May 28, 2018
(Reuters) – Canada is likely to buy Kinder Morgan Canada Ltd’s Trans Mountain oil pipeline and its proposed expansion project in an attempt to ensure that it is built, Bloomberg reported on Monday, citing a person familiar with the talks.
The company, a unit of Houston-based Kinder Morgan Inc, had stopped all non-essential work on the C$7.4 billion ($5.70 billion) project in April, citing permitting delays and political opposition in British Columbia, and said it would scrap the expansion unless the legal challenges are resolved by May 31.
Expansion of the Trans Mountain pipeline, which takes crude from Alberta’s oil sands to a facility in the Pacific province of British Columbia, has also faced opposition from environmental groups and some aboriginal groups.
The minority left-leaning New Democratic government in British Columbia, citing the risks of a major spill, opposes the project. This year it proposed new rules to temporarily block increased shipments of crude while it examined oil spill preparedness and response.
Canada’s finance minister, Bill Morneau, is expected to announce on Tuesday whether or not the government plans to support the expansion of the pipeline expansion, the Canadian Press reported earlier on Monday. Bloomberg bloom.bg/2GVVOL3also reported that the deal could be announced as early as Tuesday.

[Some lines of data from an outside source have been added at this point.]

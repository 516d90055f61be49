"""One suite over every reader of the registry: a new one is tested the day it appears."""

import csv
import io
import json
import math
import os

import pytest

from auditd.plan_reading import parse_plan
from auditd.read import READERS, Extent, Mapper, Raw, Readers, read_file, reader_for
from auditd.records import Run

PATTERN = "y=(?P<y>\\\\S+) id=(?P<id>\\\\S+) c=(?P<c>\\\\S+)(?: n=(?P<n>\\\\S+))?"
PLAN = f"""
[landing]
pattern = "{PATTERN}"
[record]
id = "id"
[responses.y]
at = "y"
[factors]
c = "c"
[nuisance]
n = "n"
"""
RECORDS = [{"y": 0.5 + k, "id": f"r{k}", "c": "a", "n": f"n{k % 3}"} for k in range(25)]


def as_csv(records):
    out = io.StringIO()
    rows = csv.DictWriter(out, ["y", "id", "c", "n"])
    rows.writeheader()
    rows.writerows(records)
    return out.getvalue().encode()


def as_parquet(records):
    import pyarrow as pa
    from pyarrow import parquet

    out = io.BytesIO()
    parquet.write_table(pa.Table.from_pylist(records), out)
    return out.getvalue()


WRITERS = {
    "json": lambda records: json.dumps(records).encode(),
    "ndjson": lambda records: b"".join(json.dumps(one).encode() + b"\n" for one in records),
    "csv": as_csv,
    "text": lambda records: b"".join(
        f"run y={r['y']} id={r['id']} c={r['c']} n={r['n']}\n".encode() for r in records
    ),
    "parquet": as_parquet,
}


@pytest.fixture(params=READERS, ids=lambda kind: kind.format)
def kind(request):
    return request.param


@pytest.fixture
def plan(tmp_path):
    return parse_plan(PLAN, tmp_path / "plan.toml")


@pytest.fixture
def landed(kind, plan, tmp_path):
    """Return a function that writes bytes under the format's name and returns the path."""

    def write(content):
        path = tmp_path / f"x{kind.suffixes[0]}"
        path.write_bytes(content)
        return path

    return write


def portions(path, plan, **extent):
    descriptor = os.open(path, os.O_RDONLY)
    try:
        extent = {"size": os.path.getsize(path), **extent}
        return list(reader_for(str(path), plan).read(Extent(descriptor=descriptor, path="x", **extent)))
    finally:
        os.close(descriptor)


def test_every_format_of_the_plan_has_a_reader(plan):
    """The registry covers the plan's formats, each once, and their suffixes do not collide."""
    assert sorted(one.format for one in READERS) == ["csv", "json", "ndjson", "parquet", "text"]
    suffixes = [suffix for one in READERS for suffix in one.suffixes]
    assert len(set(suffixes)) == len(suffixes)
    assert Readers(plan).suffixes == set(suffixes)


def test_records_come_back_as_runs(kind, plan, landed):
    """Twenty-five runs written come back as the same runs, numbered from 0."""
    path = landed(WRITERS[kind.format](RECORDS))
    runs = [Mapper(plan).map(raw, path="x") for raw in read_file(path, plan)]
    assert all(isinstance(run, Run) for run in runs)
    told = [(run.number, run.id, run.responses["y"], run.cell, run.nuisance) for run in runs]
    assert told == [(k, r["id"], r["y"], {"c": "a"}, {"n": r["n"]}) for k, r in enumerate(RECORDS)]


def test_offsets_identify_records(kind, plan, landed):
    """Offsets rise strictly; those of lines are where the record stands, those of documents its number."""
    path = landed(WRITERS[kind.format](RECORDS))
    raws = list(read_file(path, plan))
    offsets = [raw.offset for raw in raws]
    assert offsets == sorted(set(offsets))
    if kind.shape == "document":
        assert offsets == list(range(len(RECORDS)))
    else:
        content = path.read_bytes()
        assert all(raw.value["id"].encode() in content[raw.offset :].split(b"\n", 1)[0] for raw in raws)


def test_reading_goes_on_after_any_portion(kind, plan, landed, monkeypatch):
    """With portions of four records, going on from each portion's word gives what one reading gives."""
    module = __import__(kind.__module__, fromlist=["x"])
    for name in (module, __import__("auditd.read.csv_walk", fromlist=["x"])):
        if hasattr(name, "MAX_PORTION_RECORDS"):
            monkeypatch.setattr(name, "MAX_PORTION_RECORDS", 4)
    path = landed(WRITERS[kind.format](RECORDS))
    whole = [raw.value["id"] for portion in portions(path, plan) for raw in portion.items]
    got, at = [], {}
    for _ in range(30):
        first = portions(path, plan, **at)[0]
        got += [raw.value["id"] for raw in first.items]
        at = {"offset": first.offset, "number": first.number, "context": first.context}
        if first.offset == path.stat().st_size:
            break
    assert got == whole == [r["id"] for r in RECORDS]


def test_half_a_file_is_no_whole_one(kind, plan, landed):
    """Cut anywhere, a document waits or is refused; lines give only records that the whole has too."""
    whole = WRITERS[kind.format](RECORDS[:3])
    everything = [raw.value for raw in read_file(landed(whole), plan)]
    for cut in range(len(whole)):
        path = landed(whole[:cut])
        got = portions(path, plan)
        values = [raw.value for portion in got for raw in portion.items]
        assert values == everything[: len(values)]
        if kind.shape == "document":
            assert not values
            assert got[-1].waits, f"cut at {cut}"
            assert not got[-1].failed


def test_an_empty_file_waits_or_gives_nothing(kind, plan, landed):
    """Nothing is no run."""
    (portion,) = portions(landed(b""), plan)
    assert not portion.items
    assert portion.waits or kind.shape == "lines"


def test_garbage_is_refused_with_a_reason(kind, plan, landed):
    """Bytes of another kind give a refusal with a reason; free text that does not match gives nothing."""
    items = list(read_file(landed(b"\x80\x81 garbage, \x00 not a record\n\xff,\n"), plan))
    assert all(item.reason for item in items)
    assert items or kind.format == "text"


def test_infinite_and_missing_numbers(kind, plan, landed):
    """NaN and infinities are kept as such in every format; a missing response is a refusal."""
    records = [{**RECORDS[0], "y": math.nan}, {**RECORDS[1], "y": -math.inf}]
    runs = [Mapper(plan).map(raw, path="x") for raw in read_file(landed(WRITERS[kind.format](records)), plan)]
    assert math.isnan(runs[0].responses["y"])
    assert runs[1].responses["y"] == -math.inf


def test_nothing_is_changed_by_reading(kind, plan, landed):
    """Mapping a record does not change it, so that it can be mapped again (rotation)."""
    raws = list(read_file(landed(WRITERS[kind.format](RECORDS[:3])), plan))
    before = [json.dumps(raw.value) for raw in raws]
    once = [Mapper(plan).map(raw, path="x") for raw in raws]
    assert [json.dumps(raw.value) for raw in raws] == before
    assert once == [Mapper(plan).map(raw, path="x") for raw in raws]
    assert all(isinstance(raw, Raw) for raw in raws)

“We’re not commenting on speculation,” a spokesman for Morneau told Reuters, while Kinder Morgan Canada was not available for comment outside regular business hours.
Options for the pipeline expansion include the government buying the project and selling it after completion or buying it on an interim basis and selling it to investors for further construction, the Canadian Press reported. bit.ly/2GXafPh
Morneau had unveiled a third option, which is to leave construction to Kinder Morgan Canada, but cover any cost overruns incurred as a result of political interference, the Canadian Press reported.